#### TASK TO COMPLETE
When a line of the entries below contains "switch", it counts once; state how many such lines there are and nothing else.

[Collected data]
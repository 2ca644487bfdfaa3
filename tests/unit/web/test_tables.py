"""Tables: which rows, which columns, and numbers that are those of the exact curve."""

from __future__ import annotations

import json
import math

import numpy as np
import pytest

from web.extremes import extremes
from web.tables import MOST_ROWS, TableError, observed_table, table
from web.tables.places import even_places, nodes, stepped_places
from web.trajectory import read_trajectory
from web.unit_text import per


@pytest.mark.parametrize(
    ("end", "step", "count"),
    [
        pytest.param(1.0, 0.25, 5, id="the step fits"),
        pytest.param(1.0, 0.3, 5, id="a shorter last step"),
        pytest.param(0.3, 0.1, 4, id="the step fits but for rounding: 3*0.1 > 0.3"),
        pytest.param(0.7, 0.1, 8, id="the step fits but for rounding: 0.7/0.1 < 7"),
        pytest.param(2.1 + 1e-10, 0.001, 2101, id="no row within a millionth of a step of the end"),
        pytest.param(1.0, 5.0, 2, id="a step longer than the curve"),
    ],
)
def test_steps_end_exactly_at_the_end_without_a_double_row(end, step, count):
    places = stepped_places(0.0, end, step)
    assert len(places) == count
    assert places[0] == 0.0 and places[-1] == end
    gaps = np.diff(places)
    assert np.all(gaps > 1e-6 * step) and np.allclose(gaps[:-1], step)
    assert gaps[-1] <= step * (1 + 2e-6)


def test_even_rows_hold_both_ends():
    places = even_places(-0.1, 0.7, 1001)
    assert len(places) == 1001 and places[0] == -0.1 and places[-1] == 0.7


@pytest.mark.parametrize("name", ["hose", "stage", "vehicle"])
@pytest.mark.parametrize("choice", [{}, {"rows": 7}, {"step": 0.013}], ids=["nodes", "rows", "step"])
def test_the_last_row_is_exactly_the_end_of_the_curve(name, choice, request):
    document = request.getfixturevalue(name)
    rows = table(document, **choice).rows
    assert rows[-1, 0] == document["curve"]["arcs"][-1]["breaks"][-1]
    assert rows[0, 0] == document["curve"]["arcs"][0]["breaks"][0]


def test_values_and_derivatives_agree_with_the_closed_form(hose):
    found = table(hose, rows=41, derivatives=3)
    _, y, slope, second, third = found.rows.T
    # y = a cosh((x - x0)/a) + c, so a y'' = sqrt(1 + y'^2) and a^2 y''' = y'
    size = math.sqrt(1 + slope[0] ** 2) / second[0]
    assert y[0] == pytest.approx(2.0, abs=1e-12) and y[-1] == pytest.approx(2.4, abs=1e-12)
    assert second == pytest.approx(np.sqrt(1 + slope**2) / size, rel=1e-8)
    assert third == pytest.approx(slope / size**2, rel=1e-5, abs=1e-6)
    assert [column.unit for column in found.columns] == ["m", "m", "", "1/m", "1/m^2"]


def test_derivatives_of_a_polynomial_are_exact(stage):
    found = table(stage, rows=9, columns=["x", "x'", "x''", "x'''", "a"])
    t, x, speed, acceleration, jerk, a = found.rows.T
    first = t <= stage["curve"]["arcs"][0]["breaks"][1]
    assert x[first] == pytest.approx(1000 * t[first] ** 2)
    assert speed[first] == pytest.approx(2000 * t[first])
    assert acceleration == pytest.approx(np.where(first, 2000, -2000)) == a
    assert jerk == pytest.approx(np.zeros(9), abs=1e-5)
    assert [c.unit for c in found.columns] == ["s", "mm", "mm/s", "mm/s^2", "mm/s^3", "mm/s^2"]


def test_the_gap_between_the_rows_and_the_curve_is_told(stage):
    """A parabola is missed by a h^2 / 8 in the middle of a step h."""
    found = table(stage, rows=11, columns=["x", "a"])
    step = found.rows[1, 0]
    _, x, a = found.columns
    assert x.between == pytest.approx(2000 * step**2 / 8, rel=1e-6)
    assert table(stage, rows=101, columns=["x"]).columns[1].between == pytest.approx(x.between / 100, rel=1e-4)
    assert a.between >= 2000  # the jump stays, however short the step


def test_a_jump_shows_the_value_before_it(stage):
    switch = stage["curve"]["arcs"][0]["breaks"][1]
    t, a = table(stage, rows=3, columns=["a"]).rows.T
    assert t[1] == pytest.approx(switch)
    nodes_t, nodes_a = table(stage, columns=["a"]).rows.T
    assert nodes_a[list(nodes_t).index(switch)] == pytest.approx(2000)
    assert a[-1] == pytest.approx(-2000)


def test_the_nodes_determine_the_polynomials(hose):
    arc = read_trajectory(hose).arcs[0]
    places = nodes(arc)
    assert len(places) == 8 * 12 + 1 and np.all(np.diff(places) > 0)
    assert set(arc.breaks) <= set(places)


def test_node_rows_show_both_sides_of_a_junction_and_even_rows_one(vehicle):
    found = table(vehicle)
    at_junction = [(arc, row[2]) for arc, row in zip(found.texts[0].cells, found.rows, strict=True) if row[0] == 2.0]
    assert at_junction == [("burn", pytest.approx(38)), ("coast", pytest.approx(34))]
    even = table(vehicle, step=1.0)
    assert even.rows[:, 0].tolist() == [0, 1, 2, 3, 4, 5]
    assert even.texts[0].cells == ("burn",) * 3 + ("coast",) * 3
    assert even.headings == ("arc", "t [s]", "h [m]", "m [kg]", "F [N]")
    assert np.isnan(even.rows[3:, 3]).all() and not np.isnan(even.rows[:3]).any()


@pytest.mark.parametrize(
    ("choice", "code", "words"),
    [
        ({"rows": 5, "step": 0.1}, "rows-and-step", "one of the two"),
        ({"step": 0.0}, "bad-step", "above 0"),
        ({"step": -1.0}, "bad-step", "above 0"),
        ({"step": float("nan")}, "bad-step", "above 0"),
        ({"step": float("inf")}, "bad-step", "above 0"),
        ({"step": 1e-9}, "too-many-rows", "at least"),
        ({"rows": 1}, "too-few-rows", "at least 2"),
        ({"rows": MOST_ROWS + 1}, "too-many-rows", "200,000"),
        (
            {"rows": MOST_ROWS, "columns": ["y" + "'" * k for k in range(4)], "derivatives": 9},
            "bad-derivatives",
            "0",
        ),
        ({"columns": ["Y"]}, "unknown-column", "columns are x, y"),
        ({"columns": ["y''''"]}, "unknown-column", "up to the third"),
        ({"columns": ["yy'"]}, "unknown-column", "Did you mean y'?"),
    ],
)
def test_what_cannot_be_made_is_refused_with_what_would_do(hose, choice, code, words):
    with pytest.raises(TableError) as caught:
        table(hose, **choice)
    assert caught.value.code == code
    assert words in caught.value.hint


def test_a_result_without_curve_has_no_table(infeasible):
    with pytest.raises(TableError, match="no curve"):
        table(infeasible)


@pytest.mark.parametrize(
    ("unit", "divisor", "power", "expected"),
    [
        ("m", "s", 2, "m/s^2"),
        ("m/s^2", "s", 1, "m/s^3"),
        ("m", "m", 1, ""),
        ("m", "m", 2, "1/m"),
        ("mm", "m", 1, "mm/m"),
        ("", "s", 1, "1/s"),
        ("kg*m^2/s^2", "s", 1, "kg*m^2/s^3"),
        ("J", "mol/s", 1, "J*s/mol"),
        ("J", "s*m", 1, "J/s/m"),
        ("m*s", "s", 1, "m"),
        ("m", "", 2, "m"),
        ("kg/(m*s)", "s", 1, "kg/m/s^2"),
        ("m!", "s", 2, "(m!)/(s)^2"),
        ("1/s", "s", 1, "1/s^2"),
    ],
)
def test_units_of_derivatives(unit, divisor, power, expected):
    assert per(unit, divisor, power) == expected


def test_extremes_are_found_between_the_nodes_and_on_both_sides_of_a_jump(hose, stage):
    lines = {line.name: line for line in extremes(hose)}
    x, y = table(hose, rows=200_000).rows.T
    assert lines["y"].lowest <= y.min() and lines["y"].lowest == pytest.approx(y.min(), abs=1e-9)
    assert lines["y"].lowest_at == pytest.approx(x[y.argmin()], abs=1e-4)
    assert (lines["y"].largest, lines["y"].highest_at) == (pytest.approx(2.4), 3.0)
    jump = {line.name: line for line in extremes(stage)}["a"]
    assert (jump.lowest, jump.highest) == (pytest.approx(-2000), pytest.approx(2000))


def test_derivatives_that_are_zero_are_told_as_zero(stage):
    """Along arcs of constant acceleration rounding leaves something of the next derivative, but that is no figure."""
    spoiled = json.loads(json.dumps(stage))
    for piece in spoiled["curve"]["arcs"][0]["functions"]["a"]:
        piece[1:] = [1e-11, -2e-11]
    spoiled["curve"]["error"] = 1e-13
    lines = {line.name: line for line in extremes(spoiled)}
    assert (lines["a'"].lowest, lines["a'"].highest, lines["a'"].unit) == (0.0, 0.0, "mm/s^3")
    assert "a''" not in lines
    assert lines["x"].lowest == 0.0
    for piece in spoiled["curve"]["arcs"][0]["functions"]["a"]:
        piece[1:] = [10.0, -20.0]  # an acceleration that does change
    lines = {line.name: line for line in extremes(spoiled)}
    assert lines["a'"].largest > 100 and "a''" in lines


def test_observations_are_a_table_of_their_own(fitted):
    made = observed_table(fitted, 2)
    assert made.headings == (
        "x [m]", "observed [cm]", "fitted [cm]", "residual [cm]", "sigma [cm]", "fitted sigma [cm]", "normalised",
    )  # fmt: skip
    assert made.rows[:, 3].tolist() == [1, -2, 1]
    assert len(observed_table(fitted).columns) == 6  # without sigmas there is no column for them
    assert dict(made.record)["run"] == "hose-0004"


@pytest.mark.parametrize("number", [0, 3])
def test_a_list_of_observations_that_is_not_there_is_refused(fitted, number):
    with pytest.raises(TableError, match="no list"):
        observed_table(fitted, number)


def test_a_result_without_observations_has_no_table_of_them(hose):
    with pytest.raises(TableError, match="Nothing was observed"):
        observed_table(hose)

#### REPLY
3